» Collected data entries:
+--
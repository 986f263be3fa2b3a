/** Frames for the solver's tests: written by hand in a line each, as grids, or at random. kN, m, rad. */
import fc from 'fast-check'
import type { FrameArrays, FrameLoads, MemberLoadValue } from '../../solver/index.ts'

export interface MadeMember {
  from: number
  to: number
  EI: number
  EA: number
  GAs?: number
  pinFrom?: boolean
  pinTo?: boolean
}

export interface MadeFrame {
  /** x, z */
  nodes: readonly (readonly [number, number])[]
  members: readonly MadeMember[]
  /** node, rotational spring */
  bases: readonly (readonly [number, number])[]
}

export const FIXED = Infinity
export const PINNED = 0

export function arraysOf({ nodes, members, bases }: MadeFrame): FrameArrays {
  return {
    x: Float64Array.from(nodes, (n) => n[0]),
    z: Float64Array.from(nodes, (n) => n[1]),
    from: Int32Array.from(members, (m) => m.from),
    to: Int32Array.from(members, (m) => m.to),
    EI: Float64Array.from(members, (m) => m.EI),
    EA: Float64Array.from(members, (m) => m.EA),
    GAs: Float64Array.from(members, (m) => m.GAs ?? Infinity),
    pinFrom: Uint8Array.from(members, (m) => Number(m.pinFrom ?? false)),
    pinTo: Uint8Array.from(members, (m) => Number(m.pinTo ?? false)),
    base: Int32Array.from(bases, (b) => b[0]),
    baseSpring: Float64Array.from(bases, (b) => b[1]),
  }
}

/** A beam over supports at the given places; its inner supports are pinned, its ends as asked. */
export function continuousBeam(places: readonly number[], EI: number, ends: readonly [number, number]): MadeFrame {
  return {
    nodes: places.map((x) => [x, 0] as const),
    members: places.slice(1).map((_, i) => ({ from: i, to: i + 1, EI, EA: 1e6 })),
    bases: places.map((_, i) => [i, i === 0 ? ends[0] : i === places.length - 1 ? ends[1] : PINNED] as const),
  }
}

/** Columns and beams of a regular frame; node (column i, level k) is number k * columns + i. */
export function gridFrame(columns: number, levels: number, bay = 6, storey = 3.5): MadeFrame {
  const nodes: [number, number][] = []
  const members: MadeMember[] = []
  for (let k = 0; k < levels; k++)
    for (let i = 0; i < columns; i++) {
      nodes.push([i * bay, k * storey])
      const node = k * columns + i
      if (k > 0) members.push({ from: node - columns, to: node, EI: 1.2e5, EA: 6e6 })
      if (k > 0 && i > 0) members.push({ from: node - 1, to: node, EI: 8e4, EA: 5e6 })
    }
  return { nodes, members, bases: Array.from({ length: columns }, (_, i) => [i, FIXED] as const) }
}

/** In a million steps, so that nothing shrinks to figures no building has. */
function between(min: number, max: number): fc.Arbitrary<number> {
  return fc.integer({ min: 0, max: 1_000_000 }).map((step) => min + ((max - min) * step) / 1_000_000)
}

/** Stiffnesses over some orders, as sections of one building differ. */
function spread(least: number, orders: number): fc.Arbitrary<number> {
  return between(0, orders).map((e) => least * 10 ** e)
}

/**
 * Frames of 1 to 4 bays and 1 to 3 storeys: uneven spacings, nodes out of line, beams missing or pinned, members
 * with shear, pinned braces, bases of every kind. Columns run through from fixed or sprung bases, or the
 * frame is whole, so that none is a mechanism.
 */
export const soundFrame: fc.Arbitrary<MadeFrame> = fc
  .record({ bays: fc.integer({ min: 1, max: 4 }), storeys: fc.integer({ min: 1, max: 3 }), isWhole: fc.boolean() })
  .chain(({ bays, storeys, isWhole }) => {
    const count = (bays + 1) * (storeys + 1)
    return fc.record({
      spacing: fc.array(between(2, 9), { minLength: bays, maxLength: bays }),
      height: fc.array(between(2.5, 5), { minLength: storeys, maxLength: storeys }),
      shift: fc.array(fc.tuple(between(-0.6, 0.6), between(-0.6, 0.6)), { minLength: count, maxLength: count }),
      member: fc.array(
        fc.record({
          EI: spread(5e3, 2),
          EA: spread(5e5, 1.5),
          GAs: fc.option(spread(2e4, 2), { nil: Infinity }),
          pins: isWhole ? fc.constant(0) : fc.integer({ min: 0, max: 6 }),
          turned: fc.boolean(),
        }),
        { minLength: 3 * count, maxLength: 3 * count },
      ),
      spring: fc.array(fc.oneof(fc.constant(FIXED), spread(2e3, 2), ...(isWhole ? [fc.constant(PINNED)] : [])), {
        minLength: bays + 1,
        maxLength: bays + 1,
      }),
      bays: fc.constant(bays),
      storeys: fc.constant(storeys),
    })
  })
  .map(({ spacing, height, shift, member, spring, bays, storeys }) => {
    const columns = bays + 1
    const nodes: [number, number][] = []
    const members: MadeMember[] = []
    let drawn = 0
    function join(from: number, to: number, kind: 'column' | 'beam' | 'brace'): void {
      const { EI, EA, GAs, pins, turned } = member[drawn++ % member.length]!
      if (kind === 'beam' && pins === 4) return
      if (kind === 'brace' && pins !== 5) return
      const pinFrom = kind === 'brace' || (kind === 'beam' && (pins === 1 || pins === 3))
      const pinTo = kind === 'brace' || (kind === 'beam' && (pins === 2 || pins === 3))
      members.push(
        turned
          ? { from: to, to: from, EI, EA, GAs, pinFrom: pinTo, pinTo: pinFrom }
          : { from, to, EI, EA, GAs, pinFrom, pinTo },
      )
    }
    for (let k = 0; k <= storeys; k++)
      for (let i = 0; i < columns; i++) {
        const node = k * columns + i
        nodes.push([total(spacing, i) + shift[node]![0], total(height, k) + shift[node]![1]])
        if (k === 0) continue
        join(node - columns, node, 'column')
        if (i > 0) join(node - 1, node, 'beam')
        if (i > 0) join(node - columns - 1, node, 'brace')
      }
    return { nodes, members, bases: spring.map((s, i) => [i, s] as const) }
  })

/** A sound frame with loads at nodes and on members. */
export const loadedFrame: fc.Arbitrary<{ made: MadeFrame; loads: FrameLoads }> = soundFrame.chain((made) => {
  const onMember = fc
    .record({
      member: fc.integer({ min: 0, max: made.members.length - 1 }),
      size: between(-40, 40),
      share: between(0, 1),
    })
    .chain(({ member, size, share }) =>
      fc.constantFrom<MemberLoadValue>(
        { member, kind: 'uniform', w: size },
        { member, kind: 'point', P: size, a: share * lengthOf(made, member) },
      ),
    )
  return fc.record({
    made: fc.constant(made),
    loads: fc.record({
      nodeDown: fc
        .array(between(-100, 100), { minLength: made.nodes.length, maxLength: made.nodes.length })
        .map((v) => Float64Array.from(v)),
      onMembers: fc.array(onMember, { maxLength: 8 }),
    }),
  })
})

export function lengthOf(made: MadeFrame, member: number): number {
  const { from, to } = made.members[member]!
  const [a, b] = [made.nodes[from]!, made.nodes[to]!]
  return Math.hypot(b[0] - a[0], b[1] - a[1])
}

/** Largest difference of two rows of figures, as a share of the largest figure met (or of `scale`). */
export function apart(a: ArrayLike<number>, b: ArrayLike<number>, scale = 0): number {
  if (a.length !== b.length) return Infinity
  let most = scale
  let difference = 0
  for (let i = 0; i < a.length; i++) {
    most = Math.max(most, Math.abs(a[i]!), Math.abs(b[i]!))
    const d = Math.abs(a[i]! - b[i]!)
    if (!(d <= difference)) difference = d
  }
  return difference === 0 ? 0 : difference / most
}

export function largest(values: ArrayLike<number>): number {
  return Array.from(values).reduce((most, v) => Math.max(most, Math.abs(v)), 0)
}

function total(values: readonly number[], end: number): number {
  return values.slice(0, end).reduce((a, b) => a + b, 0)
}
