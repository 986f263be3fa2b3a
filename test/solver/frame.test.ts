/** The member's closed forms, and what a frame must do that can be worked out by hand. */
import { describe, expect, it } from 'vitest'
import {
  baseInfluence,
  factorFrame,
  loadResponse,
  memberStiffness,
  settlementEndMoments,
  SolverFault,
  tiltResponse,
  type Member,
} from '../../solver/index.ts'
import { apart, arraysOf, continuousBeam, FIXED, gridFrame, PINNED } from '../support/made-frames.ts'

const BEAM: Member = { L: 5, EI: 40_000, GAs: Infinity }
const ROUNDING = 1e-12

function faultOf(act: () => unknown): unknown {
  try {
    act()
  } catch (fault) {
    if (fault instanceof SolverFault) return [fault.code, fault.what, ...fault.at]
    throw fault
  }
  return 'no fault'
}

describe('a prismatic member', () => {
  // Slope-deflection: common practice; Maney 1915 (facts.md section 5).
  it.each([
    ['both ends fixed: 4 EI/L and 2 EI/L', {}, [4, 2, 4]],
    ['pinned at the far end: 3 EI/L', { pinTo: true }, [3, 0, 0]],
    ['pinned at the near end: 3 EI/L at the other', { pinFrom: true }, [0, 0, 3]],
    ['pinned at both ends: nothing', { pinFrom: true, pinTo: true }, [0, 0, 0]],
  ])('%s', (_, pins, coefficients) => {
    const found = memberStiffness({ ...BEAM, ...pins }).map((k) => (k * BEAM.L) / BEAM.EI)
    expect(apart(found, coefficients)).toBeLessThan(ROUNDING)
  })

  it('6 EI/L for a unit chord rotation, 3 EI/L with one end pinned, none with two', () => {
    function unit(member: Partial<Member>): number[] {
      return Array.from(settlementEndMoments({ ...BEAM, ...member }, [0, BEAM.L]), (M) => (M * BEAM.L) / BEAM.EI)
    }
    expect([unit({}), unit({ pinTo: true }), unit({ pinFrom: true }), unit({ pinFrom: true, pinTo: true })]).toEqual([
      [-6, -6],
      [-3, 0],
      [0, -3],
      [0, 0],
    ])
  })

  it('with shear has the coefficients of Timoshenko theory', () => {
    // facts.md section 6 (computed): L 3 m, 0.3 x 0.6 m, nu 0.2: phi 0.1152; 3.6901, 1.6901; chord 5.3802
    const E = 30e6
    const deep = { L: 3, EI: (E * 0.3 * 0.6 ** 3) / 12, GAs: (E / 2.4) * (5 / 6) * 0.18 }
    const [kii, kij] = Array.from(memberStiffness(deep), (k) => (k * deep.L) / deep.EI)
    const chord = (-settlementEndMoments(deep, [0, 3])[0]! * deep.L) / deep.EI
    expect([kii, kij, chord].map((v) => v!.toFixed(4))).toEqual(['3.6901', '1.6901', '5.3802'])
    // and 3 EI/L / (1 + phi/4) where the far end is pinned
    const pinned = memberStiffness({ ...deep, pinTo: true })[0]!
    expect((pinned * deep.L) / deep.EI).toBeCloseTo(3 / (1 + 0.1152 / 4), 12)
  })

  it('takes no moment from a settlement that is nothing but the tilt', () => {
    expect(Array.from(settlementEndMoments(BEAM, [0.01, 0.035], 0.005))).toEqual([
      expect.closeTo(0, 9),
      expect.closeTo(0, 9),
    ])
  })

  it.each([
    ['length 0', () => memberStiffness({ ...BEAM, L: 0 }), ['not-positive', 'L']],
    ['negative stiffness', () => settlementEndMoments({ ...BEAM, EI: -1 }, [0, 0]), ['not-positive', 'EI']],
    ['shear stiffness that is no number', () => memberStiffness({ ...BEAM, GAs: NaN }), ['not-finite', 'GAs']],
    ['infinite stiffness', () => memberStiffness({ ...BEAM, EI: Infinity }), ['not-finite', 'EI']],
    ['one settlement only', () => settlementEndMoments(BEAM, [0]), ['shape', 'settlement']],
    ['a settlement that is no number', () => settlementEndMoments(BEAM, [0, NaN]), ['not-finite', 'settlement', 1]],
    ['a tilt that is no number', () => settlementEndMoments(BEAM, [0, 0], NaN), ['not-finite', 'tilt']],
    ['no room for the answer', () => settlementEndMoments(BEAM, [0, 0], 0, new Float64Array(1)), ['shape', 'out']],
    ['no room for the stiffness', () => memberStiffness(BEAM, new Float64Array(2)), ['shape', 'out']],
  ])('is refused with %s', (_, act, fault) => {
    expect(faultOf(act)).toEqual(fault)
  })
})

describe('a frame of one member', () => {
  it.each([
    ['fixed at both ends', FIXED, FIXED, {}],
    ['propped: pinned on its right support', FIXED, PINNED, { pinTo: true }],
    ['simply supported', PINNED, PINNED, { pinFrom: true, pinTo: true }],
  ])('%s has the end moments of the closed form', (_, left, right, pins) => {
    const response = baseInfluence(factorFrame(arraysOf(continuousBeam([0, 5], BEAM.EI, [left, right]))))
    const expected = [
      settlementEndMoments({ ...BEAM, ...pins }, [1, 0]),
      settlementEndMoments({ ...BEAM, ...pins }, [0, 1]),
    ]
    expect(apart(response.momentFrom, [expected[0]![0]!, expected[1]![0]!], BEAM.EI)).toBeLessThan(ROUNDING)
    expect(apart(response.momentTo, [expected[0]![1]!, expected[1]![1]!], BEAM.EI)).toBeLessThan(ROUNDING)
  })

  it('sinking at one end only: 6EI/L^2 at both ends and 12EI/L^3 in shear', () => {
    // facts.md 5.4, handbook case
    const response = baseInfluence(factorFrame(arraysOf(continuousBeam([0, 5], BEAM.EI, [FIXED, FIXED]))))
    expect([response.momentFrom[1], response.momentTo[1]]).toEqual([-9600, -9600])
    expect([response.reactionUp[2], response.reactionUp[3]]).toEqual([3840, -3840])
    expect([response.reactionMoment[2], response.reactionMoment[3]]).toEqual([-9600, -9600])
  })

  it('standing up as a column on one fixed base moves with it and takes no moment', () => {
    const made = {
      nodes: [
        [0, 0],
        [0, 3],
      ] as const,
      members: [{ from: 0, to: 1, EI: 1e4, EA: 1e6 }],
      bases: [[0, FIXED]] as const,
    }
    const f = factorFrame(arraysOf(made))
    expect(Array.from(baseInfluence(f).down)).toEqual([1, 1])
    const tilt = tiltResponse(f)
    expect(Array.from(tilt.right)).toEqual([0, expect.closeTo(3, 12)])
    expect(Array.from(tilt.rotation)).toEqual([1, expect.closeTo(1, 12)])
    expect(tilt.momentFrom[0]).toBeCloseTo(0, 9)
  })
})

describe('loads on members', () => {
  const L = 6
  const fixedBeam = factorFrame(arraysOf(continuousBeam([0, L], 4e4, [FIXED, FIXED])))
  const propped = factorFrame(arraysOf(continuousBeam([0, L], 4e4, [FIXED, PINNED])))
  const none = new Float64Array(2)

  it('fixed beam, uniform load: wL^2/12 at both ends, hogging', () => {
    // handbook, common practice
    const r = loadResponse(fixedBeam, [{ nodeDown: none, onMembers: [{ member: 0, kind: 'uniform', w: 10 }] }])
    expect([r.momentFrom[0], r.momentTo[0]]).toEqual([expect.closeTo(-30, 10), expect.closeTo(30, 10)])
    expect(Array.from(r.reactionUp)).toEqual([expect.closeTo(30, 10), expect.closeTo(30, 10)])
    expect(Array.from(r.reactionMoment)).toEqual([expect.closeTo(-30, 10), expect.closeTo(30, 10)])
  })

  it('fixed beam, point load: Pab^2/L^2 and Pa^2b/L^2', () => {
    // handbook, common practice
    const r = loadResponse(fixedBeam, [{ nodeDown: none, onMembers: [{ member: 0, kind: 'point', P: 9, a: 2 }] }])
    expect([r.momentFrom[0], r.momentTo[0]]).toEqual([expect.closeTo(-8, 10), expect.closeTo(4, 10)])
  })

  it('propped beam: wL^2/8 and 3PL/16 at the fixed end, 3wL/8 on the prop', () => {
    // handbook, common practice
    const r = loadResponse(propped, [
      { nodeDown: none, onMembers: [{ member: 0, kind: 'uniform', w: 10 }] },
      { nodeDown: none, onMembers: [{ member: 0, kind: 'point', P: 16, a: 3 }] },
    ])
    expect(Array.from(r.momentFrom)).toEqual([expect.closeTo(-45, 10), expect.closeTo(-18, 10)])
    expect(Array.from(r.momentTo)).toEqual([expect.closeTo(0, 10), expect.closeTo(0, 10)])
    expect(r.reactionUp[1]).toBeCloseTo(22.5, 10)
  })

  it('a pinned end has exactly no moment', () => {
    const made = gridFrame(3, 2)
    const pinned = { ...made, members: made.members.map((m) => (m.from >= 3 ? { ...m, pinTo: true } : m)) }
    const f = factorFrame(arraysOf(pinned))
    const onMembers = pinned.members.map((_, member) => ({ member, kind: 'uniform' as const, w: 7.3 }))
    const responses = [
      loadResponse(f, [{ nodeDown: new Float64Array(6), onMembers }]),
      baseInfluence(f),
      tiltResponse(f),
    ]
    for (const r of responses)
      pinned.members.forEach((m, i) => {
        if (!m.pinTo) return
        for (let c = 0; c < r.cases; c++) expect(r.momentTo[c * pinned.members.length + i]).toBe(0)
      })
  })

  it('a sloping beam carries its load across as bending and along as axial force', () => {
    // A 3-4-5 rafter between fixed ends, 10 kN per metre of member: across 8, along 6 kN/m. Common practice.
    const made = {
      nodes: [
        [0, 0],
        [4, 3],
      ] as const,
      members: [{ from: 0, to: 1, EI: 1e4, EA: 1e6 }],
      bases: [
        [0, FIXED],
        [1, FIXED],
      ] as const,
    }
    const r = loadResponse(factorFrame(arraysOf(made)), [
      { nodeDown: none, onMembers: [{ member: 0, kind: 'uniform', w: 10 }] },
      { nodeDown: none, onMembers: [{ member: 0, kind: 'point', P: 10, a: 2 }] },
    ])
    expect([r.momentFrom[0], r.momentTo[0]]).toEqual([
      expect.closeTo((-8 * 25) / 12, 10),
      expect.closeTo((8 * 25) / 12, 10),
    ])
    // The load pulls down towards `from`, so the lower end is pressed: -6 * 5 / 2; the point load's nearer end more.
    expect([r.axial[0], r.axial[1]]).toEqual([expect.closeTo(-15, 10), expect.closeTo((-6 * 3) / 5, 10)])
    expect(Array.from(r.reactionUp.slice(0, 2))).toEqual([expect.closeTo(25, 10), expect.closeTo(25, 10)])
  })

  it('a load on a node that is a base goes straight into the ground', () => {
    const r = loadResponse(fixedBeam, [{ nodeDown: Float64Array.of(12, 0), onMembers: [] }])
    expect(Array.from(r.reactionUp)).toEqual([12, 0])
    expect(Array.from(r.momentFrom)).toEqual([0])
  })

  it('no cases give an empty response', () => {
    expect(loadResponse(fixedBeam, []).momentFrom.length).toBe(0)
  })

  it.each([
    ['for another number of nodes', { nodeDown: new Float64Array(3), onMembers: [] }, ['shape', 'nodeDown', 0]],
    ['that are no number', { nodeDown: Float64Array.of(0, NaN), onMembers: [] }, ['not-finite', 'nodeDown', 0, 1]],
    [
      'on no member',
      { nodeDown: none, onMembers: [{ member: 1, kind: 'uniform', w: 1 } as const] },
      ['shape', 'member', 0, 1],
    ],
    [
      'beyond the end',
      { nodeDown: none, onMembers: [{ member: 0, kind: 'point', P: 1, a: 6.1 } as const] },
      ['shape', 'a', 0, 0],
    ],
    [
      'infinite',
      { nodeDown: none, onMembers: [{ member: 0, kind: 'uniform', w: Infinity } as const] },
      ['not-finite', 'w', 0, 0],
    ],
    [
      'of infinite size',
      { nodeDown: none, onMembers: [{ member: 0, kind: 'point', P: -Infinity, a: 1 } as const] },
      ['not-finite', 'P', 0, 0],
    ],
    [
      'nowhere',
      { nodeDown: none, onMembers: [{ member: 0, kind: 'point', P: 1, a: NaN } as const] },
      ['not-finite', 'a', 0, 0],
    ],
  ])('%s are refused', (_, loads, fault) => {
    expect(faultOf(() => loadResponse(fixedBeam, [loads]))).toEqual(fault)
  })
})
+--
» WHAT YOU HAVE TO DO:
Your response should contain each line of the entries above that holds the string "right".

» RESPONSE TO THE TASK:
    ['propped: pinned on its right support', FIXED, PINNED, { pinTo: true }],
  ])('%s has the end moments of the closed form', (_, left, right, pins) => {
    const response = baseInfluence(factorFrame(arraysOf(continuousBeam([0, 5], BEAM.EI, [left, right]))))
    expect(Array.from(tilt.right)).toEqual([0, expect.closeTo(3, 12)])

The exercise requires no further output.